Pourtant cette situation de comptes
bancaires bloqués demeure depuis 14 années. Une véritable polémique est née au
lendemain de la notification dudit arrêté de dessaisissement établi à la base
de la circulaire interministérielle n°552 du 27.07.2008 portant sur la refonte
du système coopératif. Les actuels occupants de la COOPSEM sont qualifiés de
«pseudo» gestionnaires par le directeur des Services agricoles dans une
correspondance référencée 06766 du 31 décembre 2008. Si tel est le cas, la
COOPSEM, qui est une infrastructure agricole destinée à réguler le marché de la
pomme de terre, a été abandonnée par les pouvoirs publics pour que s'installe
une activité de prestation pour différents produits.

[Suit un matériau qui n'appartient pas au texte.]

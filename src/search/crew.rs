//! Threads at work: two rounds in flight, results gathered by round.
//!
//! Round r + 1 is drawn up before round r has come back, so no thread waits for the stragglers of a round; the workers
//! never learn where a round ends. The order in which tasks are taken and finished decides nothing.

use std::collections::{BTreeMap, VecDeque};
use std::sync::atomic::{AtomicU64, Ordering};
use std::sync::mpsc::{Receiver, RecvTimeoutError, Sender};
use std::sync::{Condvar, Mutex, MutexGuard, PoisonError};
use std::time::Duration;

use super::task::{Task, TaskResult};

/// The tasks that wait for a worker.
#[derive(Default)]
pub struct Queue {
    waiting: Mutex<Waiting>,
    changed: Condvar,
    clearings: AtomicU64,
}

#[derive(Default)]
struct Waiting {
    tasks: VecDeque<Task>,
    closed: bool,
    n_workers: usize,
}

impl Queue {
    /// An empty queue for so many workers.
    pub fn new(n_workers: usize) -> Self {
        let queue = Queue::default();
        queue.lock().n_workers = n_workers.max(1);
        queue
    }

    /// Adds tasks.
    pub fn add(&self, tasks: impl IntoIterator<Item = Task>) {
        self.lock().tasks.extend(tasks);
        self.changed.notify_all();
    }

    /// No tasks will come; what is in hand is finished.
    pub fn close(&self) {
        self.lock().closed = true;
        self.changed.notify_all();
    }

    /// Forgets all tasks so far: those that wait are gone, and workers drop those of them that they have in hand.
    pub fn clear(&self) {
        let mut waiting = self.lock();
        waiting.tasks.clear();
        self.clearings.fetch_add(1, Ordering::Relaxed);
    }

    /// How often the queue was cleared; a worker drops what it took before the last time.
    pub fn clearings(&self) -> u64 {
        self.clearings.load(Ordering::Relaxed)
    }

    /// Takes up to `most` tasks, but leaves the other workers their part. With `wait`, waits for at least one unless
    /// the queue is closed. Says how often the queue had been cleared by then.
    pub fn take(&self, most: usize, wait: bool, taken: &mut Vec<Task>) -> u64 {
        let mut waiting = self.lock();
        while wait && waiting.tasks.is_empty() && !waiting.closed {
            waiting = self.changed.wait(waiting).unwrap_or_else(PoisonError::into_inner);
        }
        let fair = waiting.tasks.len().div_ceil(waiting.n_workers);
        taken.extend((0..most.min(fair)).map_while(|_| waiting.tasks.pop_front()));
        self.clearings.load(Ordering::Relaxed)
    }

    /// Whether no task waits and none will come.
    pub fn is_done(&self) -> bool {
        let waiting = self.lock();
        waiting.closed && waiting.tasks.is_empty()
    }

    fn lock(&self) -> MutexGuard<'_, Waiting> {
        // A worker that panicked holds no half-made state: the queue is changed in single steps.
        self.waiting.lock().unwrap_or_else(PoisonError::into_inner)
    }
}

/// Results of the rounds in flight.
pub struct Gathering {
    results: Receiver<TaskResult>,
    rounds: BTreeMap<u64, Vec<Option<TaskResult>>>,
    missing: BTreeMap<u64, usize>,
}

/// What came of waiting for a round.
pub enum Gathered {
    /// The round is whole; its results in task order.
    Whole(Vec<TaskResult>),
    /// Nothing yet.
    Waiting,
    /// The workers are gone; only a panic in one of them does that.
    Lost,
}

/// How long one wait for results lasts before the caller may look around.
const PATIENCE: Duration = Duration::from_millis(50);

impl Gathering {
    /// Gathers what comes over a channel.
    pub fn new() -> (Sender<TaskResult>, Self) {
        let (sender, results) = std::sync::mpsc::channel();
        (sender, Gathering { results, rounds: BTreeMap::new(), missing: BTreeMap::new() })
    }

    /// Expects a round of so many tasks.
    pub fn expect(&mut self, round: u64, n_tasks: usize) {
        self.rounds.insert(round, vec![None; n_tasks]);
        self.missing.insert(round, n_tasks);
    }

    /// Waits a little for a round to become whole.
    pub fn wait(&mut self, round: u64) -> Gathered {
        loop {
            if self.missing.get(&round) == Some(&0) {
                self.missing.remove(&round);
                let results = self.rounds.remove(&round).unwrap_or_default();
                return Gathered::Whole(results.into_iter().flatten().collect());
            }
            match self.results.recv_timeout(PATIENCE) {
                Ok(result) => {
                    let (round, number) = (result.round, result.number as usize);
                    if let Some(place) = self.rounds.get_mut(&round).and_then(|places| places.get_mut(number)) {
                        *place = Some(result);
                        if let Some(missing) = self.missing.get_mut(&round) {
                            *missing -= 1;
                        }
                    }
                }
                Err(RecvTimeoutError::Timeout) => return Gathered::Waiting,
                Err(RecvTimeoutError::Disconnected) => return Gathered::Lost,
            }
        }
    }
}
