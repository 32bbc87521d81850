"""``crosscheck draw``."""

from __future__ import annotations

import pytest

MAGIC = {".svg": b"<?xml", ".png": b"\x89PNG", ".pdf": b"%PDF"}


@pytest.mark.parametrize("suffix", list(MAGIC))
def test_picture_by_its_ending(run, channel, tmp_path, suffix):
    out = tmp_path / f"picture{suffix}"
    ran = run("draw", channel, "--out", out)
    assert (ran.status, ran.out, ran.err) == (0, "", "")
    assert out.read_bytes().startswith(MAGIC[suffix])


def test_unknown_ending_is_bad_input(run, channel, tmp_path):
    ran = run("draw", channel, "--out", tmp_path / "picture.gif")
    assert ran.status == 2
    assert "must end in .svg, .png, .pdf" in ran.err
    assert not (tmp_path / "picture.gif").exists()


def test_folder_that_is_not_there(run, channel, tmp_path):
    ran = run("draw", channel, "--out", tmp_path / "none" / "picture.svg")
    assert ran.status == 2
    assert len(ran.err.splitlines()) == 1


def test_bad_section_file(run, tmp_path):
    ran = run("draw", tmp_path / "missing.toml", "--out", tmp_path / "picture.svg")
    assert ran.status == 2
    assert "missing.toml" in ran.err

Au-delà des raisons d'une
absence totale de l'Etat durant 14 longues années, les actuels gérants, qu'ils
soient ou non «pseudo gestionnaires», ont peut-être le mérite d'avoir
sauvegardé un patrimoine agricole. Après l'annulation de la convention en 1995
entre le ministère de l'Agriculture et l'UNCOSEM et qui avait généré un
préjudice financier dépassant les 50 milliards de cts, la COOPSEM de Sidi
Bel-Abbès a décidé, suite à un accord de son assemblée générale constituée de
242 adhérents, de maintenir l'activité qui a assuré l'entretien de
l'infrastructure et de l'équipement et d'assurer la prise en charge ainsi que
l'assainissement du volet social des 104 travailleurs permanents. A ce jour,
signale-t-on, la COOPSEM a su préserver ses capacités de froid à 100% et
assainir le dossier de 82 ouvriers par la mise à la retraite avec garantie des
droits sociaux. Pour en revenir à l'arrêté de dessaisissement, on note que
«cette mesure a été prise en dépit de la possession par la COOPSEM d'un acte
administratif qui conforte la propriété de celle-ci sur tout le patrimoine». En
d'autres termes, souligne-t-on, «le patrimoine a été bien régularisé dans son
intégralité et dans les délais requis». Une attestation de la BADR prouve bien
que le compte de liquidation de la COOPSEM a été clôturé. Les gestionnaires de
la COOPSEM estiment que l'arrêté de dessaisissement s'inscrit dans une logique
de «machination orchestrée par l'administration agricole». Pour preuve, en
veulent-ils, l'affaire des 6.000 quintaux de pomme de terre de semence qui a
fait couler beaucoup d'encre.
A ce sujet, a-t-on évoqué, contrairement à
tout ce qui a été avancé, cette quantité de pomme de terre a bien été
entreposée dans les hangars de la COOPSEM. Les conventions, le PV de constats
d'huissier de justice et attestation sur la qualité de service sont des
documents qui confortent les gestionnaires de la COOPSEM dans leurs
allégations, contradictoires à ce qui a été rendu public. Les gestionnaires
actuels de la COOPSEM semblent déterminés à défendre un patrimoine acquis dans
le respect de la réglementation. Ils comptent saisir les tribunaux compétents
pour une éventuelle annulation de l'arrêté de dessaisissement. Par ailleurs et
selon des sources au fait du dossier, la COOPSEM de Sidi Bel-Abbès a été
détournée de sa véritable vocation qui est la pomme de terre de semence et elle
est devenue un espace de stockage de tous les produits y compris les produits
électroniques. L'on avance que depuis 1996 aucun tubercule n'a atteint les
frigos et les hangars de la COOPSEM. Au sujet de l'acquisition du patrimoine,
ces mêmes sources d'information, qui ont requis l'anonymat, affirment que les
fonds de liquidation proviennent de la BADR qui est une banque publique alors
que ce sont les cotisations des actionnaires et adhérents, qui n'existent plus,
qui devraient servir à régler le montant de 2 milliards 600 millions de cts
retenus pour la cession du bien immobilier de la COOPSEM sans le terrain. Nous
avons essayé d'entrer en contact avec le directeur des Services agricoles pour
s'enquérir de sa version des faits. Notre tentative est demeurée vaine.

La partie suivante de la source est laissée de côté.